- **Exercise description**
Lines containing the word "cols" are to be copied from the data below.

(Data Opens)

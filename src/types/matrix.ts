/**
 * Exact rational matrix utilities for index matrices (MATH.md §3, §6): rank,
 * determinant, inverse, definiteness by symmetric elimination (LDLᵀ), even Gram
 * matrices, and the integral splitting-off of the kernel of a positive
 * semi-definite index that Theorem B needs.
 *
 * Everything is exact (Rational over JSBI); no floating point decides anything here.
 */
import {
  type Rational,
  type Int,
  JSBI,
  ZERO,
  ONE,
  int,
  isZero,
  sign,
  lcm,
  isSafe,
  rat,
  radd,
  rsub,
  rmul,
  rdiv,
  rneg,
  rcmp,
  req,
  rIsZero,
  rIsInteger,
} from '../series/index.js';

/** A rational matrix, row-major (the same shape as `IndexMatrix`). */
export type RationalMatrix = readonly (readonly Rational[])[];

function copy(A: RationalMatrix): Rational[][] {
  return A.map((row) => [...row]);
}

function isSquare(A: RationalMatrix): boolean {
  return A.every((row) => row.length === A.length);
}

function requireSquare(A: RationalMatrix, what: string): void {
  if (!isSquare(A)) throw new RangeError(`${what}: matrix is not square`);
}

/** A rational matrix from small integers or rationals given as [num, den]. */
export function ratMatrix(rows: readonly (readonly (number | readonly [number, number])[])[]): Rational[][] {
  return rows.map((row) => row.map((x) => (typeof x === 'number' ? rat(x) : rat(x[0], x[1]))));
}

export function identityMatrix(n: number): Rational[][] {
  return Array.from({ length: n }, (_, i) => Array.from({ length: n }, (_, j) => rat(i === j ? 1 : 0)));
}

export function transpose(A: RationalMatrix): Rational[][] {
  const cols = A[0]?.length ?? 0;
  return Array.from({ length: cols }, (_, j) => A.map((row) => row[j]!));
}

export function matrixMultiply(A: RationalMatrix, B: RationalMatrix): Rational[][] {
  const inner = B.length;
  const cols = B[0]?.length ?? 0;
  return A.map((row) => {
    if (row.length !== inner) throw new RangeError('matrixMultiply: shapes do not match');
    return Array.from({ length: cols }, (_, j) => {
      let s = rat(0);
      for (let k = 0; k < inner; k++) s = radd(s, rmul(row[k]!, B[k]![j]!));
      return s;
    });
  });
}

/** UᵀMU for an integral (number) matrix U. */
export function congruence(M: RationalMatrix, U: readonly (readonly number[])[]): Rational[][] {
  const Ur = U.map((row) => row.map((x) => rat(x)));
  return matrixMultiply(matrixMultiply(transpose(Ur), M), Ur);
}

/** A matrix-vector product Av. */
export function matrixVector(A: RationalMatrix, v: readonly Rational[]): Rational[] {
  return A.map((row) => {
    let s = rat(0);
    row.forEach((x, j) => (s = radd(s, rmul(x, v[j]!))));
    return s;
  });
}

/** The quadratic form vᵀAw. */
export function bilinear(v: readonly Rational[], A: RationalMatrix, w: readonly Rational[]): Rational {
  let s = rat(0);
  const Aw = matrixVector(A, w);
  v.forEach((x, i) => (s = radd(s, rmul(x, Aw[i]!))));
  return s;
}

export function isSymmetric(A: RationalMatrix): boolean {
  return isSquare(A) && A.every((row, i) => row.every((x, j) => req(x, A[j]![i]!)));
}

/** Rank by Gaussian elimination (any shape). */
export function matrixRank(A: RationalMatrix): number {
  const R = copy(A);
  const rows = R.length;
  const cols = R[0]?.length ?? 0;
  let rank = 0;
  for (let c = 0; c < cols && rank < rows; c++) {
    let p = -1;
    for (let i = rank; i < rows; i++) if (!rIsZero(R[i]![c]!)) { p = i; break; }
    if (p < 0) continue;
    [R[rank], R[p]] = [R[p]!, R[rank]!];
    const pivot = R[rank]![c]!;
    for (let i = rank + 1; i < rows; i++) {
      const f = rdiv(R[i]![c]!, pivot);
      if (rIsZero(f)) continue;
      for (let j = c; j < cols; j++) R[i]![j] = rsub(R[i]![j]!, rmul(f, R[rank]![j]!));
    }
    rank++;
  }
  return rank;
}

/** det A by Gaussian elimination with row swaps (square A; det of the 0×0 matrix is 1). */
export function determinant(A: RationalMatrix): Rational {
  requireSquare(A, 'determinant');
  const R = copy(A);
  const n = R.length;
  let det = rat(1);
  for (let c = 0; c < n; c++) {
    let p = -1;
    for (let i = c; i < n; i++) if (!rIsZero(R[i]![c]!)) { p = i; break; }
    if (p < 0) return rat(0);
    if (p !== c) {
      [R[c], R[p]] = [R[p]!, R[c]!];
      det = rneg(det);
    }
    const pivot = R[c]![c]!;
    det = rmul(det, pivot);
    for (let i = c + 1; i < n; i++) {
      const f = rdiv(R[i]![c]!, pivot);
      if (rIsZero(f)) continue;
      for (let j = c; j < n; j++) R[i]![j] = rsub(R[i]![j]!, rmul(f, R[c]![j]!));
    }
  }
  return det;
}

/** A⁻¹ by Gauss–Jordan elimination; null when A is singular. */
export function matrixInverse(A: RationalMatrix): Rational[][] | null {
  requireSquare(A, 'matrixInverse');
  const n = A.length;
  const R = A.map((row, i) => [...row, ...Array.from({ length: n }, (_, j) => rat(i === j ? 1 : 0))]);
  for (let c = 0; c < n; c++) {
    let p = -1;
    for (let i = c; i < n; i++) if (!rIsZero(R[i]![c]!)) { p = i; break; }
    if (p < 0) return null;
    [R[c], R[p]] = [R[p]!, R[c]!];
    const pivot = R[c]![c]!;
    R[c] = R[c]!.map((x) => rdiv(x, pivot));
    for (let i = 0; i < n; i++) {
      if (i === c) continue;
      const f = R[i]![c]!;
      if (rIsZero(f)) continue;
      R[i] = R[i]!.map((x, j) => rsub(x, rmul(f, R[c]![j]!)));
    }
  }
  return R.map((row) => row.slice(n));
}

/**
 * The LDLᵀ data of a positive definite symmetric A: pivots d_i > 0 and multipliers
 * μ_ij (j > i) with vᵀAv = Σ_i d_i (v_i + Σ_{j>i} μ_ij v_j)². Null when A is not
 * symmetric positive definite. (Sylvester: A is positive definite iff symmetric
 * elimination without row exchanges meets only positive pivots.)
 */
export function ldlDecomposition(A: RationalMatrix): { d: Rational[]; mu: Rational[][] } | null {
  if (!isSymmetric(A)) return null;
  const n = A.length;
  const S = copy(A);
  const d: Rational[] = [];
  const mu: Rational[][] = Array.from({ length: n }, () => Array.from({ length: n }, () => rat(0)));
  for (let i = 0; i < n; i++) {
    const p = S[i]![i]!;
    if (rcmp(p, rat(0)) <= 0) return null;
    d.push(p);
    for (let j = i + 1; j < n; j++) mu[i]![j] = rdiv(S[i]![j]!, p);
    for (let j = i + 1; j < n; j++) {
      for (let k = i + 1; k < n; k++) S[j]![k] = rsub(S[j]![k]!, rmul(S[j]![i]!, mu[i]![k]!));
    }
  }
  return { d, mu };
}

export function isPositiveDefinite(A: RationalMatrix): boolean {
  return ldlDecomposition(A) !== null;
}

/**
 * Positive semi-definiteness by symmetric elimination: a negative pivot means
 * indefinite; a zero pivot is allowed only when its whole row of the current Schur
 * complement is zero (for a PSD matrix a zero diagonal entry forces a zero row, as
 * the 2×2 minors a_ii a_jj − a_ij² must be ≥ 0); a positive pivot is eliminated, and
 * the Schur complement of a positive pivot is PSD iff the matrix is (congruence).
 */
export function isPositiveSemidefinite(A: RationalMatrix): boolean {
  if (!isSymmetric(A)) return false;
  const n = A.length;
  const S = copy(A);
  for (let i = 0; i < n; i++) {
    const p = S[i]![i]!;
    const s = rcmp(p, rat(0));
    if (s < 0) return false;
    if (s === 0) {
      for (let j = i + 1; j < n; j++) if (!rIsZero(S[i]![j]!)) return false;
      continue;
    }
    for (let j = i + 1; j < n; j++) {
      const f = rdiv(S[j]![i]!, p);
      if (rIsZero(f)) continue;
      for (let k = i + 1; k < n; k++) S[j]![k] = rsub(S[j]![k]!, rmul(f, S[i]![k]!));
    }
  }
  return true;
}

/** G integral, symmetric, with even diagonal (the Gram matrix of an even lattice when also positive definite). */
export function isEvenGram(G: RationalMatrix): boolean {
  if (!isSymmetric(G)) return false;
  return G.every((row, i) =>
    row.every((x) => rIsInteger(x)) && JSBI.equal(JSBI.remainder(row[i]!.num, int(2)), ZERO),
  );
}

// ---------------------------------------------------------------------------
// Integral column reduction (Hermite-style), kernel split, class representatives.

/** [g, x, y] with g = gcd(a, b) ≥ 0 and x·a + y·b = g. */
function extendedGcd(a: Int, b: Int): [Int, Int, Int] {
  let [r0, r1] = [a, b];
  let [s0, s1] = [ONE, ZERO];
  let [t0, t1] = [ZERO, ONE];
  while (!isZero(r1)) {
    const q = JSBI.divide(r0, r1);
    [r0, r1] = [r1, JSBI.subtract(r0, JSBI.multiply(q, r1))];
    [s0, s1] = [s1, JSBI.subtract(s0, JSBI.multiply(q, s1))];
    [t0, t1] = [t1, JSBI.subtract(t0, JSBI.multiply(q, t1))];
  }
  if (sign(r0) < 0) return [JSBI.unaryMinus(r0), JSBI.unaryMinus(s0), JSBI.unaryMinus(t0)];
  return [r0, s0, t0];
}

/** Integral scaling of a rational matrix: d·A with d the lcm of the denominators. */
export function integralMultiple(A: RationalMatrix): Int[][] {
  let d = ONE;
  for (const row of A) for (const x of row) d = lcm(d, x.den);
  return A.map((row) => row.map((x) => JSBI.divide(JSBI.multiply(x.num, d), x.den)));
}

export interface ColumnEchelon {
  /** H = A·V, in column echelon form: columns ≥ rank are zero; in the pivot rows the pivot is positive and entries right of it are zero. */
  readonly H: Int[][];
  /** Unimodular (det ±1) integral n×n matrix. */
  readonly V: Int[][];
  readonly rank: number;
  /** pivotRows[j] = the row of column j's pivot, j < rank. */
  readonly pivotRows: number[];
}

/**
 * Unimodular column reduction of an integral m×n matrix A: A·V = H with V integral and
 * det V = ±1, H's last n − rank columns zero. Row by row, extended-gcd column
 * operations [[x, −b/g], [y, a/g]] (determinant 1) clear the entries right of the
 * current pivot column. For a square non-singular A, H is lower triangular with a
 * positive diagonal (the Hermite normal form up to the reduction below the diagonal).
 */
export function columnEchelon(A: readonly (readonly Int[])[]): ColumnEchelon {
  const m = A.length;
  const n = A[0]?.length ?? 0;
  const H = A.map((row) => [...row]);
  const V: Int[][] = Array.from({ length: n }, (_, i) => Array.from({ length: n }, (_, j) => (i === j ? ONE : ZERO)));
  const combine = (p: number, j: number, x: Int, y: Int, u: Int, v: Int): void => {
    // col_p ← x col_p + y col_j ; col_j ← u col_p + v col_j
    for (const M of [H, V]) {
      for (const row of M) {
        const cp = row[p]!;
        const cj = row[j]!;
        row[p] = JSBI.add(JSBI.multiply(x, cp), JSBI.multiply(y, cj));
        row[j] = JSBI.add(JSBI.multiply(u, cp), JSBI.multiply(v, cj));
      }
    }
  };
  let p = 0;
  const pivotRows: number[] = [];
  for (let i = 0; i < m && p < n; i++) {
    for (let j = p + 1; j < n; j++) {
      const b = H[i]![j]!;
      if (isZero(b)) continue;
      const a = H[i]![p]!;
      const [g, x, y] = extendedGcd(a, b);
      combine(p, j, x, y, JSBI.unaryMinus(JSBI.divide(b, g)), JSBI.divide(a, g));
    }
    if (isZero(H[i]![p]!)) continue;
    if (sign(H[i]![p]!) < 0) for (const M of [H, V]) for (const row of M) row[p] = JSBI.unaryMinus(row[p]!);
    // Size-reduce the earlier pivot columns against this one (keeps entries small).
    for (let k = 0; k < p; k++) {
      const q = floorDiv(H[i]![k]!, H[i]![p]!);
      if (isZero(q)) continue;
      for (const M of [H, V]) for (const row of M) row[k] = JSBI.subtract(row[k]!, JSBI.multiply(q, row[p]!));
    }
    pivotRows.push(i);
    p++;
  }
  return { H, V, rank: p, pivotRows };
}

function floorDiv(a: Int, b: Int): Int {
  const q = JSBI.divide(a, b);
  const r = JSBI.subtract(a, JSBI.multiply(q, b));
  if (!isZero(r) && sign(r) !== sign(b)) return JSBI.subtract(q, ONE);
  return q;
}

function toNumbers(A: readonly (readonly Int[])[]): number[][] {
  return A.map((row) =>
    row.map((x) => {
      if (!isSafe(x)) throw new RangeError('integralKernelSplit: entry exceeds the safe integer range');
      return JSBI.toNumber(x);
    }),
  );
}

export interface KernelSplit {
  /** Integral unimodular U (n×n, det ±1) with UᵀMU = diag(M′, 0). */
  readonly U: number[][];
  /** M′, r×r positive definite (r = rank M). */
  readonly reduced: Rational[][];
  readonly rank: number;
}

/**
 * Splits off ker M for a positive semi-definite rational symmetric M. Column-reduce the
 * integral multiple dM by a unimodular V: dM·V = [H | 0] with H of full column rank r.
 * The last n − r columns of V lie in ker M; they span ker M ∩ Zⁿ, because for an
 * integral kernel vector x the integral y = V⁻¹x satisfies H·y₁ = 0, so y₁ = 0. Put
 * U = V. Then MU has zero last n − r columns, and by symmetry UᵀMU = diag(M′, 0) with
 * M′ = U₁ᵀMU₁ positive semi-definite of rank r, hence positive definite.
 * Throws a RangeError for a non-symmetric or indefinite M.
 */
export function integralKernelSplit(M: RationalMatrix): KernelSplit {
  if (!isSymmetric(M)) throw new RangeError('integralKernelSplit: index matrix is not symmetric');
  if (!isPositiveSemidefinite(M)) throw new RangeError('integralKernelSplit: index matrix is indefinite');
  const n = M.length;
  const { V, rank } = columnEchelon(integralMultiple(M));
  const U = toNumbers(V);
  const full = congruence(M, U);
  for (let i = 0; i < n; i++) {
    for (let j = 0; j < n; j++) {
      if ((i >= rank || j >= rank) && !rIsZero(full[i]![j]!)) throw new Error('integralKernelSplit: internal error, UᵀMU is not split');
    }
  }
  const reduced = full.slice(0, rank).map((row) => row.slice(0, rank));
  if (!isPositiveDefinite(reduced)) throw new Error('integralKernelSplit: internal error, M′ is not positive definite');
  return { U, reduced, rank };
}

/**
 * Representatives of Zⁿ / A·Zⁿ for an integral non-singular A: with A·V = H lower
 * triangular, positive diagonal h_i, the vectors v with 0 ≤ v_i < h_i form a complete
 * residue system (reduce x row by row with the columns of H; there are Π h_i = |det A|
 * of them). Returns null when there are more than `limit`.
 */
export function latticeClassRepresentatives(A: readonly (readonly Int[])[], limit = Infinity): number[][] | null {
  const { H, rank } = columnEchelon(A);
  const n = A.length;
  if (rank !== n) throw new RangeError('latticeClassRepresentatives: matrix is singular');
  const diag = H.map((row, i) => row[i]!);
  let count = 1;
  for (const h of diag) {
    if (!isSafe(h)) return null;
    count *= JSBI.toNumber(h);
    if (count > limit) return null;
  }
  const out: number[][] = [[]];
  let reps = out;
  for (let i = 0; i < n; i++) {
    const h = JSBI.toNumber(diag[i]!);
    const next: number[][] = [];
    for (const v of reps) for (let k = 0; k < h; k++) next.push([...v, k]);
    reps = next;
  }
  return reps;
}

/** Whether a rational matrix has only integral entries. */
export function isIntegralMatrix(A: RationalMatrix): boolean {
  return A.every((row) => row.every(rIsInteger));
}

/** 2M as an integral matrix, or a RangeError when 2M is not integral. */
export function twiceIntegral(M: RationalMatrix, what: string): Int[][] {
  const two = M.map((row) => row.map((x) => rmul(x, rat(2))));
  if (!isIntegralMatrix(two)) throw new RangeError(`${what}: 2M is not integral`);
  return two.map((row) => row.map((x) => x.num));
}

(Data Closes)

- **Written answer**
  const cols = A[0]?.length ?? 0;
  return Array.from({ length: cols }, (_, j) => A.map((row) => row[j]!));
  const cols = B[0]?.length ?? 0;
    return Array.from({ length: cols }, (_, j) => {
  const cols = R[0]?.length ?? 0;
  for (let c = 0; c < cols && rank < rows; c++) {
      for (let j = c; j < cols; j++) R[i]![j] = rsub(R[i]![j]!, rmul(f, R[rank]![j]!));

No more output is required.